Rogue River-Siskiyou National Forest
Located in southwestern Oregon, along the California/Oregon state line, the Rogue River-Siskiyou National Forest ranges from the crest of the Cascade Mountains west into the Siskiyou Mountains and nearly to the Pacific Ocean.
The Rogue River-Siskiyou National Forest embraces a treasure of botanical diversity, and is home to incredible wild and scenic rivers (more than 200 miles), isolated wildernesses (324,000 acres), outstanding fisheries and wildlife resources, and breath-taking landscapes of mountains, meadows, streams, and lakes.
Recreational opportunities abound on the Forest, from white water rafting to wildernesscamping, from lake and stream fishing to snowmobiling. Hundreds of miles of trails welcome users of all types and abilities - wheelchairs, horses, bicycles, motorcycles, snow-mobiles, cross-country and downhill skiers, and hikers. Camping facilities, boat ramps, picnic areas, and cabin and fire look-out rentals are available seasonally, some under rental or use fees.

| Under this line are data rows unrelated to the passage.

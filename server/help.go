package main

import (
	"errors"
	"flag"
	"fmt"
	"io"
)

// helpText is what help prints.
func helpText() string {
	return fmt.Sprintf(`Lanternbook %s plans LED strings and their constant-current circuits.

  serve [-listen %s] [-data FILE]
        serves the app to this machine's browsers; the default command. The
        first line it prints is the address. -listen 127.0.0.1:0 picks a free
        port. Without -data the builds lie in lanternbook/lanternbook.db in your
        configuration folder.
  check [-json] FILE...
        checks build documents, - reads standard input. -json prints one report
        a line. Exit 0: all pass or tight. Exit 1: one fails, or lacks the data
        to be judged. Exit 2: one cannot be read or solved.
  plan [-json] FILE...
        not in this version.
  help
        prints this.
`, version(), defaultListen)
}

// parseFlags reads a command's flags. Done is true when there is nothing more
// to do: help was asked for, or the flags are wrong and stderr says how.
func parseFlags(flags *flag.FlagSet, args []string, stderr io.Writer) (code int, done bool) {
	flags.SetOutput(stderr)
	err := flags.Parse(args)
	switch {
	case err == nil:
		return exitOK, false
	case errors.Is(err, flag.ErrHelp):
		return exitOK, true
	}
	return exitUnusable, true
}
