package main

import (
	"encoding/json"
	"net/url"
	"strings"

	"lanternbook/calc"
	"lanternbook/store"
	"lanternbook/web"
)

// column is one figure of the drawer's table of a type. A column with several
// paths shows the first that the part has.
type column struct {
	head  string
	paths []string
	at    string // path of a figure that belongs to it: "… at 20 mA"
}

// columnsOf are the figures that one chooses a part of a type by.
func columnsOf(typ string) []column {
	switch typ {
	case calc.TypeLED:
		return []column{
			{head: "forward voltage", paths: []string{"forward_voltage"}, at: "test_current"},
			{head: "light", paths: []string{"luminous_flux", "luminous_intensity"}},
			{head: "current, most", paths: []string{"max_current"}},
			{head: "junction to air", paths: []string{"rth_junction_ambient"}},
		}
	case calc.TypeNPN, calc.TypePNP:
		return []column{
			{head: "VCE, most", paths: []string{"max_collector_emitter_voltage"}},
			{head: "IC, most", paths: []string{"max_collector_current"}},
			{head: "dissipation", paths: []string{"max_power"}},
			{head: "gain", paths: []string{"hfe"}, at: "hfe_at"},
			{head: "junction to air", paths: []string{"rth_junction_ambient"}},
			{head: "pins", paths: []string{"pins"}},
		}
	case calc.TypeNMOS:
		return []column{
			{head: "VDS, most", paths: []string{"max_drain_source_voltage"}},
			{head: "ID, most", paths: []string{"max_drain_current"}},
			{head: "gate threshold", paths: []string{"gate_threshold"}},
			{head: "on-resistance", paths: []string{"on_resistance"}, at: "on_resistance_at"},
			{head: "pins", paths: []string{"pins"}},
		}
	case calc.TypeOpamp:
		return []column{
			{head: "offset, most", paths: []string{"offset_voltage"}},
			{head: "inputs from", paths: []string{"input_low"}},
			{head: "output from", paths: []string{"output_low"}},
			{head: "supply, most", paths: []string{"max_supply"}},
		}
	case calc.TypeRegulator:
		return []column{
			{head: "reference", paths: []string{"reference_voltage"}},
			{head: "current, most", paths: []string{"max_current"}},
			{head: "least load", paths: []string{"least_load"}},
			{head: "dissipation", paths: []string{"max_power"}},
			{head: "pins", paths: []string{"pins"}},
		}
	case calc.TypeModule:
		return []column{
			{head: "current", paths: []string{"current"}},
			{head: "input", paths: []string{"input_voltage"}},
			{head: "output", paths: []string{"output_voltage"}},
			{head: "power, most", paths: []string{"max_power"}},
		}
	}
	return []column{
		{head: "voltage", paths: []string{"voltage"}},
		{head: "rated current", paths: []string{"max_current"}},
		{head: "price of one", paths: []string{"price"}},
	}
}

// partGroup is the parts of one type as a table.
func partGroup(typ string, parts []store.Part) web.PartGroupView {
	v := web.PartGroupView{Type: typ, Title: capital(typeWords(typ)), Add: "/drawer/new?type=" + typ, New: "new " + typeWord(typ)}
	columns := columnsOf(typ)
	for _, c := range columns {
		v.Heads = append(v.Heads, c.head)
	}
	figures := figuresByPath(typ)
	for _, p := range parts {
		v.Rows = append(v.Rows, partRow(p, columns, figures))
	}
	return v
}

func partRow(p store.Part, columns []column, figures map[string]figure) web.PartRowView {
	v := web.PartRowView{
		ID: partID(p.Key), Key: p.Key, Name: either(p.Name, p.Key), Href: partAddress(p.Key),
		Swatch: lightOf(p.Document), Copy: "/drawer/new?from=" + url.QueryEscape(p.Key), Delete: partAddress(p.Key) + "/delete",
	}
	document, err := readMembers(p.Document)
	if err != nil {
		document = nil // every figure is then shown as unknown
	}
	shines := ""
	if v.Swatch != nil {
		shines = v.Swatch.Word
	}
	v.About = joined(" · ", shines, figure{}.text(document.get("package")))
	for _, c := range columns {
		cell := web.CellView{Head: c.head}
		for _, path := range c.paths {
			if cell.Text == "" {
				cell.Text = figures[path].text(document.get(path))
			}
		}
		if c.at != "" {
			cell.At = figures[c.at].text(document.get(c.at))
		}
		v.Cells = append(v.Cells, cell)
	}
	return v
}

// figuresByPath is a type's form by its members.
func figuresByPath(typ string) map[string]figure {
	all := map[string]figure{}
	for _, group := range figuresOf(typ) {
		for _, fig := range group.figures {
			all[fig.path] = fig
		}
	}
	return all
}

// lightOf is how a part shines; nil when it does not.
func lightOf(document []byte) *web.Light {
	var led struct {
		Type       string   `json:"type"`
		Colour     string   `json:"colour"`
		Wavelength *float64 `json:"wavelength"` // [nm]
		CCT        *float64 `json:"cct"`        // [K]
	}
	if err := json.Unmarshal(document, &led); err != nil || led.Type != calc.TypeLED {
		return nil
	}
	light := web.Emitted(calc.LED{Colour: led.Colour, Wavelength: led.Wavelength, CCT: led.CCT})
	return &light
}

// capital begins with a capital.
func capital(words string) string {
	if words == "" {
		return ""
	}
	return strings.ToUpper(words[:1]) + words[1:]
}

The Rogue River area covers 630,000 acres, and about 53,800 of those acres are in California. The Rogue River includes portions of three Wildernesses (Red Buttes, Rogue-Umpqua Divide, and Sky Lakes), and one Wild and Scenic River (Upper Rogue).
The Rogue River National Forest (until 1932 called the Crater National Forest) was established by President Theodore Roosevelt in 1908. The name Rogue River commemorates the Takelma Indians, whose defense of their homeland led early day French-Canadian trappers to call them les Coquins, "the Rogues."
The forest itself is composed of two separate areas of land: the Cascade Mountain and Siskiyou Mountain zones.
The Siskiyou area of this National Forest covers 1,094, 000 acres. Again, about 38,000 acres are in California. The Siskiyou area encompasses the entire Grassy Knob and Kalmiopsis Wildernesses, and shares the management of three more: Red Buttes. Siskiyou, and Wild Rogue. The Siskiyou area is also home to five Wild and Scenic Rivers: Chetco, Elk, Illinois, North Fork Smith, and Rogue. The name Siskiyou is a Cree Indian word for bob-tailed horse (bestowed in 1828by French Canadians working for the Hudson Bay Company).
The Siskiyou area embodies the most complex soils, geology, landscape, and plant communities in the Pacific Northwest. World-class wild rivers, biological diversity, remarkable fisheries resources, and complex watersheds define the Siskiyou. The Siskiyou is the most floristically diverse National Forest in the country with some extraordinary botanical resources.